CHAPTER 44 SURGICAL ANATOMY OF THE ABDOMEN AND RETROPERITONEUM
The abdominal cavity and the retroperitoneum lie immediately adjacent to one another. Some organs such as the small bowel and the colon have portions within the abdominal cavity while other parts are within the retroperitoneum. Vascular structures such as the superior mesenteric artery and vein course through both body compartments as well. A thorough knowledge of the anatomy of both the abdomen and retroperitoneum is critical for a rational operative approach to torso injuries.
EXPLORING THE ABDOMEN
It is imperative to fully mobilize the spleen in order to be able to fully inspect all surfaces. This allows for intelligent decision making as to whether splenectomy or splenorrhaphy will be wise (Figure 1). All of the ligamentous attachments must be divided in order to get the spleen up to the anterior abdominal wall.
A similar strategy is important when inspecting the injured liver. The falciform ligament should be taken down all the way to the level of the vena cava. Both triangular ligaments must be completely incised. This leaves the liver suspended only on the hepatic veins and the portal structures. This allows the surgeon to rotate the liver up out of the deep recesses of the right upper quadrant, which is especially important when evaluating injuries to the posterior right lobe. In addition, one should evaluate whether sternotomy and/or right thoracotomy with takedown of the diaphragm will be needed for added exposure.
In more severe cases of liver injury, one may also consider the Heaney maneuver, which involves complete vascular isolation of the liver. In this technique, vascular clamps are placed on the cava, above and below the liver. When combined with the Pringle maneuver and/or supraceliac aorta clamping, this should provide for a relatively dry field in order to attempt to definitively repair the liver, and the hepatic venous injury. While this can be effective, it may be difficult to dissect out the suprahepatic vena cava in order to place a clamp, unless the diaphragm has been divided or the pericardium opened via a thoracotomy or sternotomy. The infrahepatic cava must be occluded distal to the junction of the renal vein. If the clamp is placed too low, flow from the renal vein into the cava will perpetuate bleeding and continue to make exposure extremely difficult. Occasionally, complete vascular isolation can be combined with a venous bypass circuit to allow for venous return to the heart (Figure 2).

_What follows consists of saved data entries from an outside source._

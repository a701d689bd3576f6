/**
 * The DejaVu Sans faces as plain TrueType, unpacked once per process from the WOFF files of
 * @fontsource/dejavu-sans. PDFKit reads WOFF directly, but its font reader inflates a
 * table again (in plain JavaScript) on every access; node:zlib unpacks each table once here
 * (WOFF 1.0, W3C Recommendation 2012, §4–5: a header, a table directory, zlib-compressed
 * tables), and PDFKit embeds a subset of the result.
 */
import { readFileSync } from 'node:fs';
import { createRequire } from 'node:module';
import { inflateSync } from 'node:zlib';

const require = createRequire(import.meta.url);

export type Face = '400-normal' | '700-normal' | '400-italic';

const cache = new Map<Face, Buffer>();


/** A WOFF 1.0 file rewritten as the sfnt (TrueType) file it wraps. */
export function woffToSfnt(woff: Buffer): Buffer {
  if (woff.toString('latin1', 0, 4) !== 'wOFF') throw new Error('not a WOFF 1.0 file');
  const flavor = woff.readUInt32BE(4);
  const numTables = woff.readUInt16BE(12);
  const tables: { tag: number; checksum: number; data: Buffer }[] = [];
  for (let i = 0; i < numTables; i++) {
    const entry = 44 + 20 * i;
    const tag = woff.readUInt32BE(entry);
    const offset = woff.readUInt32BE(entry + 4);
    const compLength = woff.readUInt32BE(entry + 8);
    const origLength = woff.readUInt32BE(entry + 12);
    const checksum = woff.readUInt32BE(entry + 16);
    const stored = woff.subarray(offset, offset + compLength);
    const data = compLength < origLength ? inflateSync(stored) : Buffer.from(stored);
    if (data.length !== origLength) throw new Error('a WOFF table did not unpack to its stated length');
    tables.push({ tag, checksum, data });
  }
  // The sfnt offset table's binary-search fields (OpenType spec, "Organization of an OpenType font").
  const count = tables.length;
  let entrySelector = 0;
  while (2 ** (entrySelector + 1) <= count) entrySelector++;
  const searchRange = 2 ** entrySelector * 16;
  const headerSize = 12 + 16 * count;
  const total = headerSize + tables.reduce((s, t) => s + Math.ceil(t.data.length / 4) * 4, 0);
  const out = Buffer.alloc(total);
  out.writeUInt32BE(flavor, 0);
  out.writeUInt16BE(count, 4);
  out.writeUInt16BE(searchRange, 6);
  out.writeUInt16BE(entrySelector, 8);
  out.writeUInt16BE(count * 16 - searchRange, 10);
  let offset = headerSize;
  tables.forEach((t, i) => {
    const record = 12 + 16 * i;
    out.writeUInt32BE(t.tag, record);
    out.writeUInt32BE(t.checksum, record + 4);
    out.writeUInt32BE(offset, record + 8);
    out.writeUInt32BE(t.data.length, record + 12);
    t.data.copy(out, offset);
    offset += Math.ceil(t.data.length / 4) * 4;
  });
  return out;
}

/** The TrueType bytes of one face, unpacked on first use. */
export function fontBytes(face: Face): Buffer {
  let bytes = cache.get(face);
  if (!bytes) {
    const path = require.resolve(`@fontsource/dejavu-sans/files/dejavu-sans-latin-${face}.woff`);
    bytes = woffToSfnt(readFileSync(path));
    cache.set(face, bytes);
  }
  return bytes;
}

Figure 2 Hepatic venous exclusion and venovenous bypass.
(Courtesy of ATOM, L. Jacobs, MD, Cine-Med, 2004.)
An intermediate solution to injuries with a hepatic vein component is manual compression medial to the injury. This should control all inflow to the injured segment. The injured liver can then be debrided. The hepatic vein can then be identified and ligated when pressure is relaxed. The more central hepatic arterial and portal venous branches can be ligated as well using the same temporary relaxation of hand held pressure (Figure 3).
The anterior portions of the duodenum and the head of the pancreas are in the abdomen. The posterior portion of the duodenum and the head of the pancreas are in the retroperitoneum. A full Kocher maneuver (incising the lateral peritoneal reflection and completely mobilizing the duodenum and pancreas) is necessary to evaluate both structures for injuries. The body of the pancreas lies within the lesser sac. It is necessary to widely open the lesser sac to examine the posterior stomach, as well as the anterior aspect of the body of the pancreas. This is best accomplished by dividing the gastrocolic omentum.